Richard et son équipe décidèrent de l’organiser au 17ᵉ étage, donc parmi les rats d’en bas. Pourquoi ? Richard voulait prouver qu’il n’avait aucune aversion envers les plus miséreux et qu’au contraire, il agissait pour le bien de tous les « vrais » touriens.

Le 17ᵉ étage était aussi celui où se trouvait le poste de police d’en bas. C’était l’autre raison de ce choix : un maximum de symbolique, un maximum de sécurité.

Par précaution, il engagea des sortes de gardes du corps, disséminés dans la foule pour intervenir au moindre problème. Parmi eux, il y avait Bob et Kyllian.

La scène était immense, avec le visage de Richard partout. Sur des banderoles, sur des t-shirts, sur des goodies. Il avait créé tout un merchandising à son effigie, comme un dieu de la Tour en promotion.

Tous les habitants du rez-de-chaussée au 40ᵉ étage étaient présents. Les autres préféraient suivre l’événement en direct à la télévision, pour éviter de se mélanger avec les habitants du bas. Car oui, même parmi les habitants des étages inférieurs, certains, comme ceux des étages 41 à 49, faisaient tout pour ne pas être considérés comme des rats du bas.
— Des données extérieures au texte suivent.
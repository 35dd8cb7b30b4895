import { readAnalyticsRequest } from "~/.server/analytics/request";
import { sourceHealth } from "~/.server/analytics/queries/source-health";
import { sourceHealthQuery } from "~/lib/analytics/params";
import type { Route } from "./+types/api.analytics.sources";

export async function loader({ request, context }: Route.LoaderArgs) {
  const { scope, query, window, thresholds } = await readAnalyticsRequest(request, context, "sources", sourceHealthQuery, "api");
  return Response.json(await sourceHealth(scope, { window, thresholds, metal: query.metal ?? null }));
}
Richard, Susie, Gustaphère et Lucifer arrivèrent vers dix-sept heures, une trentaine de minutes avant le début du meeting. Comme on pouvait s’y attendre, ils n’étaient pas ravis d’être là.

— Je n’en reviens pas que l’on soit obligé de descendre aussi bas respirer l’air de ces rats, déclara Susie en pinçant son nez. Des anges n’ont rien à faire en enfer.
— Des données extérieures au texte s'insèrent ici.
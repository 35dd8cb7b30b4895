import { apiError, requireArea } from "~/.server/guard";
import { refusedRowsCsv } from "~/.server/imports/check";
import { findUpload } from "~/.server/imports/uploads";
import { readImportOptions } from "~/lib/imports/options";
import { uploadIdParams } from "~/lib/imports/params";
import type { Route } from "./+types/api.imports.$uploadId.refused[.csv]";

/** The refused rows of an upload under its saved choices, as a CSV to fix and upload again. */
export async function loader({ params, context }: Route.LoaderArgs) {
  const scope = requireArea(context, "imports");
  const parsed = uploadIdParams.safeParse(params);
  if (!parsed.success) throw apiError(404, "not_found", "No upload with that id in your company.", "uploadId");
  const upload = await findUpload(scope, parsed.data.uploadId);
  const options = upload ? readImportOptions(upload.options) : null;
  if (!upload || !options) throw apiError(404, "not_found", "No upload with that id in your company.", "uploadId");
  const csv = await refusedRowsCsv(scope, upload.id, options);
  const base = upload.fileName.replace(/\.[^.]+$/, "").replace(/[^\w.-]+/g, "-") || "upload";
  return new Response(csv, {
    headers: {
      "Content-Type": "text/csv; charset=utf-8",
      "Content-Disposition": `attachment; filename="${base}-refused-rows.csv"`,
    },
  });
}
— Du calme, ma chère Susie, répondit Richard en se préparant devant le miroir. Nous devons faire ce meeting ici. Il faut gagner la sympathie de ces nuisibles si nous voulons éviter le grand tourrassement. Et ce n’est qu’une histoire d’une heure ou deux.

Susie s’exclama :

— Mais enfin, Richard, l’air qui se dégage d’ici est comparable à du soufre ! Mes poumons se désagrègent ! Et regardez Gustaphère, il commence à agir et à parler comme ces rats !

— Wesh les gars, c’est quand qu’on graille, putain ? demanda Gustaphère.
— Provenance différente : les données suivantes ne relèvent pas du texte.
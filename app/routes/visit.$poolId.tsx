import { data, redirect, type ShouldRevalidateFunctionArgs } from "react-router";
import { requireArea } from "~/.server/guard";
import { activeProducts } from "~/.server/routebook/queries/products";
import { companyPreferences } from "~/.server/settings/queries/company-settings";
import { visitPool } from "~/.server/visits/queries/visit-pool";
import type { ServiceRefusal } from "~/.server/command-result";
import { logVisit } from "~/.server/visits/commands/save-visit";
import { VisitForm } from "~/components/visit/visit-form";
import { formatDateTime } from "~/lib/format";
import { formObject } from "~/lib/forms/fields";
import { parseVisitForm, TREATMENT_FIELDS, typedVisit } from "~/lib/forms/visit";
import { idParam, notFoundPage } from "~/lib/route-params";
import type { Route } from "./+types/visit.$poolId";

export const meta: Route.MetaFunction = ({ loaderData }) => [{ title: `Visit ${loaderData?.pool.street ?? "pool"} · Patina` }];

export async function loader({ params, context }: Route.LoaderArgs) {
  const scope = requireArea(context, "visit");
  const poolId = idParam(params, "poolId", "pool");
  const [found, products, prefs] = await Promise.all([visitPool(scope, poolId), activeProducts(scope), companyPreferences(scope)]);
  if (!found) notFoundPage("No pool with that number is on your routes.");
  return {
    ...found,
    products,
    thresholds: prefs.thresholds,
    balanceBand: prefs.balanceBand,
    temperatureUnit: prefs.units === "us" ? ("F" as const) : ("C" as const),
    units: prefs.units,
    currency: prefs.currency,
    timeZone: prefs.timeZone,
    // One key per rendering of the form: a second submit of the same form is recognised and stored once.
    submissionKey: crypto.randomUUID(),
  };
}

export async function action({ request, params, context }: Route.ActionArgs) {
  const scope = requireArea(context, "visit");
  const poolId = idParam(params, "poolId", "pool");
  const raw = formObject(await request.formData(), TREATMENT_FIELDS);
  const parsed = parseVisitForm(raw);
  if (!parsed.ok) return refusedVisit(parsed, raw);
  const result = await logVisit(scope, poolId, parsed.value, new Date());
  if (!result.ok) return refusedVisit(result, raw);
  throw redirect(`/pools/${result.poolId}?saved=${result.testId}`);
}

/**
 * A refused visit, with the values as typed: when the form was posted without
 * the page's script, the page is drawn again from them.
 */
function refusedVisit(refused: Pick<ServiceRefusal, "fieldErrors" | "formError"> & { status?: number }, raw: Record<string, unknown>) {
  return data(
    { ok: false as const, fieldErrors: refused.fieldErrors, formError: refused.formError, values: typedVisit(raw) },
    { status: refused.status ?? 400 },
  );
}

/** After a refused save, keep the form as typed (and its submission key). */
export function shouldRevalidate({ actionResult, defaultShouldRevalidate }: ShouldRevalidateFunctionArgs) {
  return actionResult?.ok === false ? false : defaultShouldRevalidate;
}

export default function VisitPool({ loaderData, actionData }: Route.ComponentProps) {
  const { pool, lastTest, products, thresholds, balanceBand, temperatureUnit, units, currency, timeZone, submissionKey } = loaderData;
  return (
    <div className="mx-auto max-w-xl">
      <p className="text-sm text-muted">
        {pool.accountCode} · {pool.routeName ?? "no route"}
      </p>
      <h1 className="text-2xl font-semibold tracking-tight">{pool.street}</h1>
      <p className="mb-4 text-muted">
        {pool.customerName}
        {lastTest ? ` · last test ${formatDateTime(lastTest.sampledAt, timeZone)}` : " · first visit on record"}
      </p>
      <VisitForm
        key={pool.id}
        submissionKey={submissionKey}
        products={products}
        thresholds={thresholds}
        balanceBand={balanceBand}
        temperatureUnit={temperatureUnit}
        dosing={{ volumeLitres: pool.volumeLitres, units, currency }}
        answer={actionData}
      />
    </div>
  );
}

export { ErrorPanel as ErrorBoundary } from "~/components/error-panel";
Au même moment, Lucifer entra dans la loge.

— Vous tous, annonça-t-il simplement, ça va être à nous. Il faut qu’on y aille.

Richard et les autres sortirent en direction de la scène. Sur leur route, une foule de supporters venus assister au meeting, mais aussi un groupe de manifestants menés par Marie, qui hurlaient :

« Non à la domination, les immigrés sont des gens bons ! »

Richard, Susie et Lucifer continuèrent d’avancer sans y prêter attention, tandis que Gustaphère s’écria :

— Eh oh, elle nous veut quoi, la Greta Thunberg, là ? Va te faire foutre, toi et ta bande d’hippies immigrés de la savane !

— Mon cher Gustaphère, veuillez ne pas parler si grossièrement, enfin…, supplia Susie, et Greta Thunberg n’existe pas dans notre œuvre.

— Ferme ta gueule, femme, tu veux que je te baise ? Va faire la vaisselle au lieu de me gonfler, sale pute.

Susie préféra ne pas l’énerver davantage.

Une fois arrivés sur scène, le public explosa de joie. Richard sentit physiquement l’engouement qu’il provoquait. Il commença son meeting, entouré de ses amis « anges », et de Juda, qui se tenait en retrait, sur le côté de la scène.

Malgré son alcoolisme à outrance de ces derniers jours, Gontran était lui aussi venu assister au meeting. Il était toujours sous, mais avait réussi à se faufiler jusqu’au premier rang, tout près de la barrière de sécurité, à côté des gardes du corps Bob et Kyllian, qui l’ignorèrent ostensiblement.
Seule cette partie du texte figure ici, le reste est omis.